Crawler and Searchengine

Installation prerequisites

Those two services works together : prismeai-crawler and prismeai-searchengine, if you wish to use one of them, you have to install the second one.

They need access to:

  • An ElasticSearch, it can be the same as the one used for the core deployment
  • A Redis with JSON and SEARCH modules, it might not be the case of your Redis intance (i.e check with redis-cli info modules). If needed, the redis/redis-stack-server image include all required modules and is already packaged as Helm chart here

Environment variables

  • REDIS_URL=redis://localhost:6379
  • ELASTIC_SEARCH_URL=localhost

ELASTIC_SEARCH_URL might be set to an empty string '', in which case no webpage content would be saved, thus deactivating searches.

Microservice testing

Once you configured and started the microservice (following the generic guide) you can verify everything is in order.
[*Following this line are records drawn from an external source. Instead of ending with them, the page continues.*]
"""Time and size of the marks of 1,000 beds, as a multiple of writing the same beds as plain outlines.

Run: `python tests/benchmarks/bench_textures.py`. The baseline is the SVG text of the same 1,000 outlines without marks.
"""

from __future__ import annotations

from time import process_time

from logkit.drawing.motifs import structure_lines
from logkit.drawing.noise import seed_of
from logkit.drawing.shapes import Paint, Path, Shape, Sheet, polyline
from logkit.drawing.style import load_style
from logkit.drawing.svg import sheet_svg
from logkit.drawing.textures import bed_texture

BEDS = 1000
FAMILIES = (("quartz", 2.0), ("mud", 6.5), ("quartz", 3.0), ("lithic", 1.5), ("mud", 7.0), ("gravel", -2.5))


def main() -> None:
    """Print seconds, bytes a bed and the multiple of the baseline for beds of several thicknesses."""
    style = load_style("report")
    bed_texture([(0, 0), (20, 0), (20, 5), (0, 5)], [(0, 2)], "quartz", style, seed=1)
    for thickness in (1.2, 2.0, 4.0, 8.0):
        for structures in (False, True):
            outlines: list[Shape] = []
            marks: list[Shape] = []
            spent = 0.0
            for number in range(BEDS):
                family, phi = FAMILIES[number % len(FAMILIES)]
                y = number * thickness
                right = 36 + 5 + 4.0 * (8 - phi)
                outline = [(36, y), (right, y), (right + 2, y + thickness), (36, y + thickness)]
                outlines.append(Path(polyline(outline, closed=True), Paint(fill="#cccccc")))
                seed = seed_of(f"bed {number}")
                start = process_time()
                clear, windows = (), ()
                if structures and thickness >= style.texture.least_segment and family != "gravel":
                    term = "trough_cross_bedding" if phi < 4 else "roots"
                    box = (36.0, y, right + 2, y + thickness)
                    made = structure_lines(term, box, None, seed, style, outline)
                    marks.extend(made.lines)
                    clear, windows = made.clear, (made.window,) if made.window else ()
                marks.extend(
                    bed_texture(
                        outline,
                        [(y, phi + 0.5), (y + thickness, phi)],
                        family,
                        style,
                        seed=seed,
                        clear=clear,
                        windows=windows,
                    )
                )
                spent += process_time() - start
            height = BEDS * thickness
            start = process_time()
            plain = sheet_svg(Sheet(210, height, tuple(outlines)))
            baseline = process_time() - start
            full = sheet_svg(Sheet(210, height, (*outlines, *marks)))
            print(
                f"{BEDS} beds of {thickness} mm, {'with' if structures else 'without'} structures: {spent:.3f} s, "
                f"{spent / baseline:.1f} x the outlines' SVG ({baseline:.3f} s), "
                f"{(len(full) - len(plain)) / BEDS:.0f} bytes a bed"
            )


if __name__ == "__main__":
    main()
  1. Create a searchengine :
curl --location 'http://localhost:8000/monitor/searchengine/test/test' \
--header 'Content-Type: application/json' \
--data '{
    "websites": [
        "https://docs.eda.prisme.ai/en/workspaces/"
    ]
}'

If successful, a complete searchengine object including an id field should be received.

  1. After a few seconds, look at the crawl history:
curl --location --request GET 'http://localhost:8000/monitor/searchengine/test/test/stats' \
--header 'Content-Type: application/json' \
--data '{
    "urls":  ["http://quotes.toscrape.com"]
}'

The fields metrics.indexed_pages and metrics.pending_requests should be greater than 0, and pages already indexed should appear in crawl_history.

  1. Try a search:

curl --location 'http://localhost:8000/search/test/test' \
--header 'Content-Type: application/json' \
--data '{
    "query": "workspace"
}'
In the answer, a results table should indicate one or more pages of the https://docs.eda.prisme.ai documentation dealing with workspaces.

Congratulations, you service is up and running!